- _Work to be completed_:
Reprint the whole of the data exactly.

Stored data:

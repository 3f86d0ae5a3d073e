"""Computing per-row values from cell series: source blocks and their series.

:func:`compute_values` walks the sources of an :class:`~envlink.extract.plan.ExtractionPlan`
in blocks (so memory stays bounded however many rows there are), builds each
block's source series from the cell series, and lets the plan's statistic compute
every row of the block at once (and its spatial rule add QA codes).
:func:`coverage` gives the fraction of each row's window with data.
"""

from __future__ import annotations

from collections.abc import Iterator
from typing import TYPE_CHECKING

import numpy as np

from envlink.core.flags import RowFlags
from envlink.extract.plan import Block, ExtractionPlan
from envlink.extract.stats import Spans, Steps, _ranges

if TYPE_CHECKING:
    from envlink.extract.sources import Sources

__all__ = ["compute_values", "coverage", "sources_without_data"]

_BLOCK_ELEMENTS = 2_000_000


def _sub(sp: Spans, r: np.ndarray) -> Spans:
    return Spans(sp.i0[r], sp.i1[r], sp.ov0[r], sp.ov1[r], sp.days[r], sp.has[r])


def _blocks(row_src: np.ndarray, nsrc: int, nt: int) -> Iterator[tuple[int, int, np.ndarray]]:
    """Yield (first source, end source, rows) for blocks of sources."""
    per = max(1, _BLOCK_ELEMENTS // max(nt, 1))
    rows = np.nonzero(row_src >= 0)[0]
    order = rows[np.argsort(row_src[rows], kind="stable")]
    srcs = row_src[order]
    for a in range(0, nsrc, per):
        b = min(a + per, nsrc)
        lo, hi = np.searchsorted(srcs, a, "left"), np.searchsorted(srcs, b, "left")
        if hi > lo:
            yield a, b, order[lo:hi]


def coverage(X: np.ndarray, steps: Steps, row_x: np.ndarray, sp: Spans) -> np.ndarray:
    """Fraction of each row's window days with data in cell series ``X[row_x]`` (0 where
    ``row_x`` is -1)."""
    from envlink.extract.stats import _inner_gathered

    out = np.zeros(row_x.size)
    length = np.asarray(steps.length, dtype=np.float64)
    ok = sp.has & (row_x >= 0)
    span = int(np.sum(np.where(ok, sp.i1 - sp.i0 + 1, 0)))
    if 4 * span < np.unique(row_x[ok]).size * X.shape[1]:  # the windows' own steps: work ∝ the windows
        r = np.nonzero(ok)[0]
        s, x = _sub(sp, r), row_x[r]
        inner = _inner_gathered(X, length[None, :], x, s, np.isfinite)
        first = s.ov0 * np.isfinite(X[x, s.i0])
        last = np.where(s.i1 > s.i0, s.ov1 * np.isfinite(X[x, s.i1]), 0.0)
        out[r] = (inner + first + last) / s.days
        return np.where(sp.has, out, 0.0)
    for a, b, rows in _blocks(row_x, X.shape[0], X.shape[1]):
        valid = np.isfinite(X[a:b])
        s = _sub(sp, rows)
        src = row_x[rows] - a
        i0, i1 = s.i0, s.i1
        # days with data: the cumulative sum of (valid x step length), as _wsum does with
        # q = valid, b = length, but with one float64 temporary instead of three
        cum = np.zeros((b - a, X.shape[1] + 1), dtype=np.float64)
        np.cumsum(np.where(valid, length[None, :], 0.0), axis=1, out=cum[:, 1:])
        inner = np.where(i1 > i0 + 1, cum[src, i1] - cum[src, np.minimum(i0 + 1, i1)], 0.0)
        first = s.ov0 * valid[src, i0]
        last = np.where(i1 > i0, s.ov1 * valid[src, i1], 0.0)
        out[rows] = np.where(s.has, inner + first + last, 0.0) / s.days
    return np.where(sp.has, out, 0.0)


def _source_series(X: np.ndarray, xrow: np.ndarray, srcs: Sources, a: int, b: int) -> np.ndarray:
    p0, p1 = srcs.ptr[a], srcs.ptr[b]
    if srcs.single:
        return X[xrow[p0:p1]].astype(np.float64)
    from scipy import sparse

    used, local = np.unique(xrow[p0:p1], return_inverse=True)
    counts = np.diff(srcs.ptr[a : b + 1])
    rows = np.repeat(np.arange(b - a), counts)
    W = sparse.csr_matrix((srcs.weights[p0:p1], (rows, local.ravel())), shape=(b - a, used.size))
    Xs = X[used].astype(np.float64)
    valid = np.isfinite(Xs)
    num = W @ np.where(valid, Xs, 0.0)
    den = W @ valid.astype(np.float64)
    with np.errstate(invalid="ignore", divide="ignore"):
        return np.where(den > 0, num / den, np.nan)


def compute_values(plan: ExtractionPlan, X: np.ndarray, xrow: np.ndarray) -> tuple[np.ndarray, np.ndarray, RowFlags]:
    """Value and coverage of every row (NaN / 0 where it has no source) and extra QA codes.

    Parameters
    ----------
    plan : ExtractionPlan
        The request, with its sources chosen.
    X : ndarray (cells, time)
        The series of the cells read.
    xrow : ndarray of int
        For each cell of ``plan.sources.cells``, its row in ``X``.
    """
    srcs = plan.src
    n = srcs.row_src.size
    value, cov = np.full(n, np.nan), np.zeros(n)
    extra = RowFlags(n)
    statistic, rule = plan.statistic, plan.rule
    for a, b, rows in _blocks(srcs.row_src, srcs.ptr.size - 1, X.shape[1]):
        S = _source_series(X, xrow, srcs, a, b)
        blk = Block(a, b, rows, srcs.row_src[rows] - a, _sub(plan.spans, rows), extra)
        v, c = statistic.compute(S, plan, blk, plan.stat.value)
        value[rows], cov[rows] = v, c
        rule.check_block(plan, X, xrow, blk, c)
    return value, cov, extra


def sources_without_data(plan: ExtractionPlan, X: np.ndarray, xrow: np.ndarray, rows: np.ndarray) -> np.ndarray:
    """Which of ``rows`` (a boolean mask over the table) read only cells with no value at any time step.

    Such a cell is land (or masked) in the grid, not a gap of the row's window.
    """
    out = np.zeros(rows.shape, dtype=bool)
    srcs = plan.src
    which = np.nonzero(rows & (srcs.row_src >= 0))[0]
    if which.size == 0:
        return out
    src = srcs.row_src[which]
    counts = srcs.ptr[src + 1] - srcs.ptr[src]
    entries = _ranges(srcs.ptr[src], counts)
    used, local = np.unique(xrow[entries], return_inverse=True)
    has_data = np.isfinite(X[used]).any(axis=1)[local.ravel()]
    # a row has data when any of its cells does
    per_row = np.bincount(np.repeat(np.arange(which.size), counts), weights=has_data, minlength=which.size)
    out[which] = per_row == 0
    return out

- _Answer section_:
repository 3f86d0ae5a3d073e
"""Computing per-row values from cell series: source blocks and their series.

:func:`compute_values` walks the sources of an :class:`~envlink.extract.plan.ExtractionPlan`
in blocks (so memory stays bounded however many rows there are), builds each
block's source series from the cell series, and lets the plan's statistic compute
every row of the block at once (and its spatial rule add QA codes).
:func:`coverage` gives the fraction of each row's window with data.
"""

from __future__ import annotations

from collections.abc import Iterator
from typing import TYPE_CHECKING

import numpy as np

from envlink.core.flags import RowFlags
from envlink.extract.plan import Block, ExtractionPlan
from envlink.extract.stats import Spans, Steps, _ranges

if TYPE_CHECKING:
    from envlink.extract.sources import Sources

__all__ = ["compute_values", "coverage", "sources_without_data"]

_BLOCK_ELEMENTS = 2_000_000


def _sub(sp: Spans, r: np.ndarray) -> Spans:
    return Spans(sp.i0[r], sp.i1[r], sp.ov0[r], sp.ov1[r], sp.days[r], sp.has[r])


def _blocks(row_src: np.ndarray, nsrc: int, nt: int) -> Iterator[tuple[int, int, np.ndarray]]:
    """Yield (first source, end source, rows) for blocks of sources."""
    per = max(1, _BLOCK_ELEMENTS // max(nt, 1))
    rows = np.nonzero(row_src >= 0)[0]
    order = rows[np.argsort(row_src[rows], kind="stable")]
    srcs = row_src[order]
    for a in range(0, nsrc, per):
        b = min(a + per, nsrc)
        lo, hi = np.searchsorted(srcs, a, "left"), np.searchsorted(srcs, b, "left")
        if hi > lo:
            yield a, b, order[lo:hi]


def coverage(X: np.ndarray, steps: Steps, row_x: np.ndarray, sp: Spans) -> np.ndarray:
    """Fraction of each row's window days with data in cell series ``X[row_x]`` (0 where
    ``row_x`` is -1)."""
    from envlink.extract.stats import _inner_gathered

    out = np.zeros(row_x.size)
    length = np.asarray(steps.length, dtype=np.float64)
    ok = sp.has & (row_x >= 0)
    span = int(np.sum(np.where(ok, sp.i1 - sp.i0 + 1, 0)))
    if 4 * span < np.unique(row_x[ok]).size * X.shape[1]:  # the windows' own steps: work ∝ the windows
        r = np.nonzero(ok)[0]
        s, x = _sub(sp, r), row_x[r]
        inner = _inner_gathered(X, length[None, :], x, s, np.isfinite)
        first = s.ov0 * np.isfinite(X[x, s.i0])
        last = np.where(s.i1 > s.i0, s.ov1 * np.isfinite(X[x, s.i1]), 0.0)
        out[r] = (inner + first + last) / s.days
        return np.where(sp.has, out, 0.0)
    for a, b, rows in _blocks(row_x, X.shape[0], X.shape[1]):
        valid = np.isfinite(X[a:b])
        s = _sub(sp, rows)
        src = row_x[rows] - a
        i0, i1 = s.i0, s.i1
        # days with data: the cumulative sum of (valid x step length), as _wsum does with
        # q = valid, b = length, but with one float64 temporary instead of three
        cum = np.zeros((b - a, X.shape[1] + 1), dtype=np.float64)
        np.cumsum(np.where(valid, length[None, :], 0.0), axis=1, out=cum[:, 1:])
        inner = np.where(i1 > i0 + 1, cum[src, i1] - cum[src, np.minimum(i0 + 1, i1)], 0.0)
        first = s.ov0 * valid[src, i0]
        last = np.where(i1 > i0, s.ov1 * valid[src, i1], 0.0)
        out[rows] = np.where(s.has, inner + first + last, 0.0) / s.days
    return np.where(sp.has, out, 0.0)


def _source_series(X: np.ndarray, xrow: np.ndarray, srcs: Sources, a: int, b: int) -> np.ndarray:
    p0, p1 = srcs.ptr[a], srcs.ptr[b]
    if srcs.single:
        return X[xrow[p0:p1]].astype(np.float64)
    from scipy import sparse

    used, local = np.unique(xrow[p0:p1], return_inverse=True)
    counts = np.diff(srcs.ptr[a : b + 1])
    rows = np.repeat(np.arange(b - a), counts)
    W = sparse.csr_matrix((srcs.weights[p0:p1], (rows, local.ravel())), shape=(b - a, used.size))
    Xs = X[used].astype(np.float64)
    valid = np.isfinite(Xs)
    num = W @ np.where(valid, Xs, 0.0)
    den = W @ valid.astype(np.float64)
    with np.errstate(invalid="ignore", divide="ignore"):
        return np.where(den > 0, num / den, np.nan)


def compute_values(plan: ExtractionPlan, X: np.ndarray, xrow: np.ndarray) -> tuple[np.ndarray, np.ndarray, RowFlags]:
    """Value and coverage of every row (NaN / 0 where it has no source) and extra QA codes.

    Parameters
    ----------
    plan : ExtractionPlan
        The request, with its sources chosen.
    X : ndarray (cells, time)
        The series of the cells read.
    xrow : ndarray of int
        For each cell of ``plan.sources.cells``, its row in ``X``.
    """
    srcs = plan.src
    n = srcs.row_src.size
    value, cov = np.full(n, np.nan), np.zeros(n)
    extra = RowFlags(n)
    statistic, rule = plan.statistic, plan.rule
    for a, b, rows in _blocks(srcs.row_src, srcs.ptr.size - 1, X.shape[1]):
        S = _source_series(X, xrow, srcs, a, b)
        blk = Block(a, b, rows, srcs.row_src[rows] - a, _sub(plan.spans, rows), extra)
        v, c = statistic.compute(S, plan, blk, plan.stat.value)
        value[rows], cov[rows] = v, c
        rule.check_block(plan, X, xrow, blk, c)
    return value, cov, extra


def sources_without_data(plan: ExtractionPlan, X: np.ndarray, xrow: np.ndarray, rows: np.ndarray) -> np.ndarray:
    """Which of ``rows`` (a boolean mask over the table) read only cells with no value at any time step.

    Such a cell is land (or masked) in the grid, not a gap of the row's window.
    """
    out = np.zeros(rows.shape, dtype=bool)
    srcs = plan.src
    which = np.nonzero(rows & (srcs.row_src >= 0))[0]
    if which.size == 0:
        return out
    src = srcs.row_src[which]
    counts = srcs.ptr[src + 1] - srcs.ptr[src]
    entries = _ranges(srcs.ptr[src], counts)
    used, local = np.unique(xrow[entries], return_inverse=True)
    has_data = np.isfinite(X[used]).any(axis=1)[local.ravel()]
    # a row has data when any of its cells does
    per_row = np.bincount(np.repeat(np.arange(which.size), counts), weights=has_data, minlength=which.size)
    out[which] = per_row == 0
    return out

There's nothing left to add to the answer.